Question 2: Alternative pseudo-randomness implies pseudo-randomness

The ubiquitous wrong answer

Suppose $D$ is a distinguisher and $c$ is a constant such that for infinitely many $n$ \begin{equation} \label{eq:D_pr} |p_D(n) - r_D(n)| > 1/n^c \end{equation} The following relationship between $q_D$,$p_D$ and $r_D$ is easily established: \begin{equation} \label{eq:relating_q_p_r} q_D(n) = \frac{1}{2} + \frac{1}{2}(p_D - r_D) \end{equation} Substituting in the lowerbound on $p_D - r_D$ from \eqref{eq:D_pr}, we get that \begin{equation} \label{eq:D_apr} q_D(n) = \frac{1}{2} + \frac{1}{2n^c} \end{equation} which, for $c' = c+1$ shows that $D$ is not alternatively pseudo-random for the same family of $n$.

The glaring error

If $|a - b| > c$ it does not follow that $a - b > c$.
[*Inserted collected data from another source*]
import { isActionFailure, isRedirect } from '@sveltejs/kit';
import { and, asc, eq } from 'drizzle-orm';
import { describe, expect, it } from 'vitest';
import { auditLog, media, patientPhotos, patients, patientStatusLog } from '$lib/server/db/schema';
import { NewsroomRefusal, type PatientInput } from '$lib/server/newsroom/patient-rules';
import {
	addGalleryPhoto,
	listGallery,
	moveGalleryPhoto,
	setHeroPhoto
} from '$lib/server/newsroom/patient-photos';
import {
	changeStatus,
	createPatient,
	setPublicTreatment,
	updatePatient
} from '$lib/server/newsroom/patients';
import { actions as patientActions } from '../../src/routes/staff/newsroom/patients/[id]/+page.server';
import { actions as newActions } from '../../src/routes/staff/newsroom/patients/new/+page.server';
import { useTestDatabase } from '../setup/test-db';
import { daysAgo, fakeEvent, people, rows } from './newsroom-helpers';

process.env.MAIL_WORKER = 'off';
const db = useTestDatabase();
const person = people(db);

const goodForm = {
	name: 'Marea',
	species: 'loggerhead',
	lifeStage: 'subadult',
	carapaceLengthCm: '71.5',
	weightKg: '38.2',
	admittedOn: daysAgo(10),
	admissionReason: 'fishing_hook_or_line',
	summary: 'Marea swallowed a hook; the team removed it and Marea is eating well.',
	strandedOn: daysAgo(11),
	strandingPlace: 'Jetty by the old lighthouse',
	strandingLatitude: '17.951234',
	strandingLongitude: '-66.270001',
	flipperTags: 'TWD-9001, TWD-9002',
	microchip: '999000000090011',
	transmitterId: '',
	medicalNotes: 'Hook in the oesophagus, removed under sedation.',
	agencyCaseNumber: 'CASE-26-001'
};

function input(over: Partial<PatientInput> = {}): PatientInput {
	return {
		name: 'Brisa',
		species: 'green',
		lifeStage: 'juvenile',
		carapaceLengthCm: 46.2,
		weightKg: 12.4,
		admittedOn: daysAgo(30),
		admissionReason: 'fibropapillomatosis',
		summary: '',
		strandedOn: null,
		strandingPlace: null,
		strandingLatitude: null,
		strandingLongitude: null,
		flipperTags: [],
		microchip: null,
		transmitterId: null,
		medicalNotes: null,
		agencyCaseNumber: null,
		...over
	};
}

async function snapshot() {
	return {
		patients: await db().select().from(patients).orderBy(asc(patients.id)),
		log: await rows(db, patientStatusLog),
		audit: await rows(db, auditLog)
	};
}

function failure(result: unknown) {
	expect(isActionFailure(result)).toBe(true);
	if (!isActionFailure(result)) throw new Error('expected a failure');
	expect(result.status).toBe(400);
	return result.data as unknown as { message?: string; errors?: Record<string, string> };
}

async function patientRow(id: string) {
	const [row] = await db().select().from(patients).where(eq(patients.id, id));
	return row;
}

describe('creating a patient', () => {
	it('answers bad input with a message per field and writes nothing', async () => {
		const educator = await person(['educator']);
		const before = await snapshot();
		const result = await newActions.create(
			fakeEvent('/staff/newsroom/patients/new', educator, {
				...goodForm,
				name: ' ',
				species: 'tortoise',
				carapaceLengthCm: '2',
				weightKg: '1200',
				admittedOn: daysAgo(-3),
				strandingLatitude: '91',
				strandingLongitude: 'west'
			})
		);
		expect(failure(result).errors).toEqual({
			name: 'Enter the name staff gave the turtle.',
			species: 'Choose the species.',
			carapaceLengthCm: 'Enter a length between 3 and 250 cm.',
			weightKg: 'Enter a weight between 0.01 and 1000 kg (a 40 g post-hatchling is 0.04).',
			admittedOn: 'The admission date cannot be in the future.',
			strandingLatitude:
				'Enter a latitude between −90 and 90 (decimal degrees, south is negative).',
			strandingLongitude: 'Enter the longitude in decimal degrees, like -66.2215.'
		});
		expect(await snapshot()).toEqual(before);
	});

	it('refuses rules that span fields (stranding after admission, half a position)', async () => {
		const educator = await person(['educator']);
		const before = await snapshot();
		const result = await newActions.create(
			fakeEvent('/staff/newsroom/patients/new', educator, {
				...goodForm,
				strandedOn: daysAgo(5),
				strandingLongitude: ''
			})
		);
		expect(failure(result).errors).toEqual({
			strandedOn: 'The stranding date cannot be after the admission date.',
			strandingLongitude: 'Enter the longitude too, or clear the latitude.'
		});
		expect(await snapshot()).toEqual(before);
	});

	it('the service itself refuses bad input, for callers that skip the form', async () => {
		const educator = await person(['educator']);
		const before = await snapshot();
		await expect(
			createPatient(input({ weightKg: 0, admittedOn: '2999-01-01' }), educator)
		).rejects.toMatchObject({
			errors: {
				weightKg: expect.stringMatching(/between 0.01 and 1000/),
				admittedOn: 'The admission date cannot be in the future.'
			}
		});
		expect(await snapshot()).toEqual(before);
	});

	it('stores every field, a unique slug and the first status-log row', async () => {
		const educator = await person(['educator']);
		let location = '';
		try {
			await newActions.create(fakeEvent('/staff/newsroom/patients/new', educator, goodForm));
			expect.unreachable('a created patient redirects to its page');
		} catch (error) {
			expect(isRedirect(error) && error.status).toBe(303);
			if (isRedirect(error)) location = error.location;
		}
		const id = location.match(/patients\/([0-9a-f-]+)\?created=1$/)?.[1];
		expect(id).toBeDefined();
		const row = await patientRow(id!);
		expect(row).toMatchObject({
			slug: 'marea',
			name: 'Marea',
			status: 'admitted',
			carapaceLengthCm: '71.5',
			weightKg: '38.20',
			strandingLatitude: '17.951234',
			strandingLongitude: '-66.270001',
			flipperTags: ['TWD-9001', 'TWD-9002'],
			transmitterId: null,
			agencyCaseNumber: 'CASE-26-001'
		});
		const log = await db()
			.select()
			.from(patientStatusLog)
			.where(eq(patientStatusLog.patientId, id!));
		expect(log).toEqual([
			expect.objectContaining({ fromStatus: null, toStatus: 'admitted', changedBy: educator.id })
		]);

		const second = await createPatient(input({ name: 'Marea' }), educator);
		const third = await createPatient(input({ name: 'MAREA!' }), educator);
		expect([second.slug, third.slug]).toEqual(['marea-2', 'marea-3']);
	});
});

describe('updating a patient', () => {
	it('refuses bad input through the form and leaves the row as it was', async () => {
		const educator = await person(['educator']);
		const { id } = await createPatient(input({ name: 'Coral' }), educator);
		const before = await snapshot();
		const result = await patientActions.profile(
			fakeEvent(
				`/staff/newsroom/patients/${id}`,
				educator,
				{ ...goodForm, name: 'Coral', weightKg: '0.001', strandingLongitude: '-181' },
				{ id }
			)
		);
		expect(failure(result).errors).toEqual({
			weightKg: 'Enter a weight between 0.01 and 1000 kg (a 40 g post-hatchling is 0.04).',
			strandingLongitude:
				'Enter a longitude between −180 and 180 (decimal degrees, west is negative).'
		});
		expect(await snapshot()).toEqual(before);
	});

	it('saves public and staff-only fields, keeps the slug, and audits field names only', async () => {
		const educator = await person(['educator']);
		const { id } = await createPatient(input({ name: 'Ola' }), educator);
		const result = await patientActions.profile(
			fakeEvent(
				`/staff/newsroom/patients/${id}`,
				educator,
				{ ...goodForm, name: 'Ola Grande' },
				{ id }
			)
		);
		expect(result).toEqual({ form: 'profile', done: 'Profile saved.' });
		const row = await patientRow(id);
		expect(row).toMatchObject({
			slug: 'ola',
			name: 'Ola Grande',
			species: 'loggerhead',
			medicalNotes: 'Hook in the oesophagus, removed under sedation.'
		});
		const [entry] = await db()
			.select()
			.from(auditLog)
			.where(and(eq(auditLog.action, 'patient.updated'), eq(auditLog.subject, id)));
		expect(entry.actorId).toBe(educator.id);
		expect(entry.details.fields).toContain('medicalNotes');
		expect(JSON.stringify(entry.details)).not.toContain('oesophagus');
		expect(JSON.stringify(entry.details)).not.toContain('17.951234');
	});

	it('refuses the service call with bad numbers and changes nothing', async () => {
		const educator = await person(['educator']);
		const { id } = await createPatient(input({ name: 'Perla' }), educator);
		const before = await patientRow(id);
		await expect(updatePatient(id, input({ carapaceLengthCm: 251 }), educator)).rejects.toThrow(
			NewsroomRefusal
		);
		expect(await patientRow(id)).toEqual(before);
	});
});

describe('status changes', () => {
	it('refuses a change the rules do not allow, with the message, and logs nothing', async () => {
		const educator = await person(['educator']);
		const { id } = await createPatient(input({ name: 'Niebla' }), educator);
		const before = await snapshot();
		const result = await patientActions.status(
			fakeEvent(`/staff/newsroom/patients/${id}`, educator, { to: 'released' }, { id })
		);
		expect(failure(result).message).toBe(
			'A patient becomes “Released” only when the release is marked done in the Release section, where the wildlife agency’s authorisation and the veterinary clearance are recorded.'
		);
		expect(await snapshot()).toEqual(before);

		const direct = db().transaction((tx) =>
			changeStatus(tx, id, 'admitted', educator, 'no change')
		);
		await expect(direct).rejects.toThrow('The patient is already “Just admitted”.');
		expect(await snapshot()).toEqual(before);
	});

	it('logs a valid change with who, when, from and to, in the audit log too', async () => {
		const educator = await person(['educator']);
		const { id } = await createPatient(input({ name: 'Bruma' }), educator);
		const started = Date.now();
		const result = await patientActions.status(
			fakeEvent(
				`/staff/newsroom/patients/${id}`,
				educator,
				{ to: 'in_rehabilitation', note: 'Eating on her own.' },
				{ id }
			)
		);
		expect(result).toEqual({ form: 'status', done: 'Status changed to “In rehabilitation”.' });
		expect((await patientRow(id)).status).toBe('in_rehabilitation');
		const log = await db()
			.select()
			.from(patientStatusLog)
			.where(eq(patientStatusLog.patientId, id))
			.orderBy(asc(patientStatusLog.id));
		expect(log).toHaveLength(2);
		expect(log[1]).toMatchObject({
			fromStatus: 'admitted',
			toStatus: 'in_rehabilitation',
			note: 'Eating on her own.',
			changedBy: educator.id
		});
		expect(log[1].changedAt.getTime()).toBeGreaterThanOrEqual(started - 1000);
		expect(log[1].changedAt.getTime()).toBeLessThanOrEqual(Date.now() + 1000);
		const audits = await db()
			.select()
			.from(auditLog)
			.where(and(eq(auditLog.action, 'patient.status_changed'), eq(auditLog.subject, id)));
		expect(audits).toEqual([
			expect.objectContaining({
				actorId: educator.id,
				details: { from: 'admitted', to: 'in_rehabilitation' }
			})
		]);
	});

	it('asks for confirmation before "died", then hides the profile until staff choose', async () => {
		const educator = await person(['educator']);
		const { id } = await createPatient(input({ name: 'Estela' }), educator);
		const before = await snapshot();
		const unconfirmed = await patientActions.status(
			fakeEvent(`/staff/newsroom/patients/${id}`, educator, { to: 'died' }, { id })
		);
		expect(failure(unconfirmed).errors).toHaveProperty('confirmFinal');
		expect(await snapshot()).toEqual(before);

		await patientActions.status(
			fakeEvent(
				`/staff/newsroom/patients/${id}`,
				educator,
				{ to: 'died', confirmFinal: 'on' },
				{ id }
			)
		);
		expect(await patientRow(id)).toMatchObject({ status: 'died', publicTreatment: 'hidden' });

		// Final: nothing moves it, and nothing is logged for trying.
		const after = await snapshot();
		const again = await patientActions.status(
			fakeEvent(`/staff/newsroom/patients/${id}`, educator, { to: 'admitted' }, { id })
		);
		expect(failure(again).message).toMatch(/final/);
		expect(await snapshot()).toEqual(after);
	});
});

describe('public treatment', () => {
	it('needs a note for a memorial and keeps memorials for turtles that died', async () => {
		const educator = await person(['educator']);
		const { id: living } = await createPatient(input({ name: 'Sal' }), educator);
		await db().transaction((tx) => changeStatus(tx, living, 'permanent_resident', educator));
		await expect(setPublicTreatment(living, 'memorial', 'A note.', educator)).rejects.toMatchObject(
			{ errors: { publicTreatment: expect.stringMatching(/died/) } }
		);

		const { id } = await createPatient(input({ name: 'Alba' }), educator);
		await db().transaction((tx) => changeStatus(tx, id, 'died', educator));
		const before = await snapshot();
		const missing = await patientActions.treatment(
			fakeEvent(
				`/staff/newsroom/patients/${id}`,
				educator,
				{ publicTreatment: 'memorial', memorialNote: '  ' },
				{ id }
			)
		);
		expect(failure(missing).errors).toEqual({
			memorialNote: 'Write the memorial note the public will read.'
		});
		expect(await snapshot()).toEqual(before);

		const saved = await patientActions.treatment(
			fakeEvent(
				`/staff/newsroom/patients/${id}`,
				educator,
				{ publicTreatment: 'memorial', memorialNote: 'Alba was cared for by many hands.' },
				{ id }
			)
		);
		expect(saved).toEqual({ form: 'treatment', done: 'Public page updated.' });
		expect(await patientRow(id)).toMatchObject({
			publicTreatment: 'memorial',
			memorialNote: 'Alba was cared for by many hands.'
		});
	});
});

describe('photos', () => {
	async function image(alt: string): Promise<string> {
		const id = crypto.randomUUID();
		await db().insert(media).values({ id, alt, width: 1600, height: 1200 });
		return id;
	}

	it('sets a hero, adds, reorders and removes gallery photos', async () => {
		const educator = await person(['educator']);
		const { id } = await createPatient(input({ name: 'Foto' }), educator);
		const [a, b, c] = [await image('A'), await image('B'), await image('C')];

		await setHeroPhoto(id, a, null, educator);
		expect(await patientRow(id)).toMatchObject({ heroImage: `/media/${a}/960.webp`, heroAlt: 'A' });

		for (const m of [a, b, c]) await addGalleryPhoto(id, m, `Caption ${m}`, educator);
		await expect(addGalleryPhoto(id, b, null, educator)).rejects.toThrow(/already in the gallery/);
		await moveGalleryPhoto(id, c, 'up', educator);
		expect((await listGallery(id)).map((p) => p.mediaId)).toEqual([a, c, b]);
		await moveGalleryPhoto(id, a, 'up', educator); // already first: nothing to do
		expect((await listGallery(id)).map((p) => p.mediaId)).toEqual([a, c, b]);

		const removed = await patientActions.removePhoto(
			fakeEvent(`/staff/newsroom/patients/${id}`, educator, { mediaId: c }, { id })
		);
		expect(removed).toEqual({ form: 'gallery', done: 'Photo removed from the gallery.' });
		expect((await listGallery(id)).map((p) => p.mediaId)).toEqual([a, b]);
		// The image stays in the media library; stories may use it.
		expect(await db().select().from(media).where(eq(media.id, c))).toHaveLength(1);
	});

	it('refuses an unknown image and writes nothing', async () => {
		const educator = await person(['educator']);
		const { id } = await createPatient(input({ name: 'Nada' }), educator);
		const before = await rows(db, patientPhotos);
		const result = await patientActions.addPhoto(
			fakeEvent(
				`/staff/newsroom/patients/${id}`,
				educator,
				{ mediaId: crypto.randomUUID() },
				{ id }
			)
		);
		expect(failure(result).message).toMatch(/not found/);
		expect(await rows(db, patientPhotos)).toBe(before);
	});
});
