// The local fake processor for integration tests, with its signed events delivered over loopback
// HTTP to the real webhook handler (as SvelteKit would hand them over). One per test file.
import { createServer, type Server } from 'node:http';
import { mkdtempSync, rmSync } from 'node:fs';
import { tmpdir } from 'node:os';
import { join } from 'node:path';
import { startFakeStripe, stopFakeStripe, type FakeStripe } from '$lib/server/payments/fake';
import { POST as webhook } from '../../src/routes/api/webhooks/stripe/+server';

export const TEST_ORIGIN = 'http://127.0.0.1:5173';

export interface TestProcessor {
	fake: FakeStripe;
	origin: string;
	webhookUrl: string;
	stop(): Promise<void>;
}

/** Hands a delivered request to the webhook handler and answers with its status. */
function startReceiver(): Promise<{ server: Server; url: string }> {
	const server = createServer(async (req, res) => {
		const chunks: Buffer[] = [];
		for await (const chunk of req) chunks.push(chunk as Buffer);
		const request = new Request(`http://127.0.0.1${req.url}`, {
			method: 'POST',
			headers: req.headers as Record<string, string>,
			body: Buffer.concat(chunks)
		});
		const response = await webhook({ request } as never);
		res.writeHead(response.status, { 'content-type': 'application/json' });
		res.end(await response.text());
	});
	return new Promise((resolve) =>
		server.listen(0, '127.0.0.1', () => {
			const address = server.address() as { port: number };
			resolve({ server, url: `http://127.0.0.1:${address.port}/api/webhooks/stripe` });
		})
	);
}

/**
 * Starts the fake (state in a fresh temporary folder) with events held until `fake.flushWebhooks()`
 * unless `deliver` is set, and sets ORIGIN for the links the app builds.
 */
export async function startTestProcessor(
	name: string,
	{ deliver = false }: { deliver?: boolean } = {}
): Promise<TestProcessor> {
	delete process.env.STRIPE_SECRET_KEY;
	const dataDir = mkdtempSync(join(tmpdir(), `tideward-${name}-`));
	const receiver = await startReceiver();
	process.env.ORIGIN = TEST_ORIGIN;
	const fake = await startFakeStripe({
		dataDir,
		origin: TEST_ORIGIN,
		webhookUrl: receiver.url,
		deliver,
		retryBaseMs: 10
	});
	return {
		fake,
		origin: TEST_ORIGIN,
		webhookUrl: receiver.url,
		async stop() {
			await stopFakeStripe();
			receiver.server.close();
			rmSync(dataDir, { recursive: true, force: true });
		}
	};
}

/** Posts a raw body to the webhook handler directly, with or without a signature. */
export function postWebhook(body: string, signature: string | null) {
	const headers: Record<string, string> = { 'content-type': 'application/json' };
	if (signature) headers['stripe-signature'] = signature;
	return webhook({
		request: new Request('http://127.0.0.1/api/webhooks/stripe', { method: 'POST', headers, body })
	} as never);
}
The issue and two correct solutions

What is at issue? Whether $D$ outputs $1$ more often on a pseudorandomly generated string than a randomly generated string may depend on the input length.

Solution 1 (non-uniform setting)

If we fix $n$ we may assume without loss of generality that $p_D(n) > r_D(n)$ (were this not the case, we could replace $D_n$ with the $D_n'(x) = 1 - D_n(x)$).

Many students asserted we could assume that $p_D(n) > r_D(n)$ without fixing $n$. Without reference to $n$, this is an assertion that $\forall n p_D(n) > r_D(n)$. This is incorrect: it is a logical possibility that whether $p_D(n) > r_D(n)$ may vary with on $n$.

It is only legal to fix the input length (thereby defining our distinguisher in a manner that depends upon it) if we are working in the non-uniform setting. Describing your distinguisher as a single algorithm and in manner uniform in the input length (i.e. without reference to it) you are working in the uniform setting.

Solution 2 (uniform setting)

This proposition in question still holds if we restrict ourselves to uniform distinguishers. It is not true the $D$ that breaks the pseudorandomness of $G$ also breaks $G$'s alternative pseudorandomness, however we can define a slightly more complicated $D'$ that does the job. $D'$ on input $\alpha$ where $|\alpha|$ will first guess whether $p_D(n) > r_D(n)$ and then either output $D(\alpha)$ or $1 - D(\alpha)$.

How do we guess if $p_D(n) > r_D(n)$? One can estimate $p_D(n)$ by running $D$ on samples from $G(U_n)$ (likewise for $r_D(n)$). If the estimates $\widehat{p_D(n)}$ and $\widehat{r_D(n)}$ are sufficiently precise enough of the time, then whether $\widehat{p_D(n)} > \widehat{r_D(n)}$ can be used as a proxy for $p_D(n) > r_D(n)$. The chernoff bound can be used to determine the number of trials needed to obtain sufficient precision and confidence of the aforementioned estimators.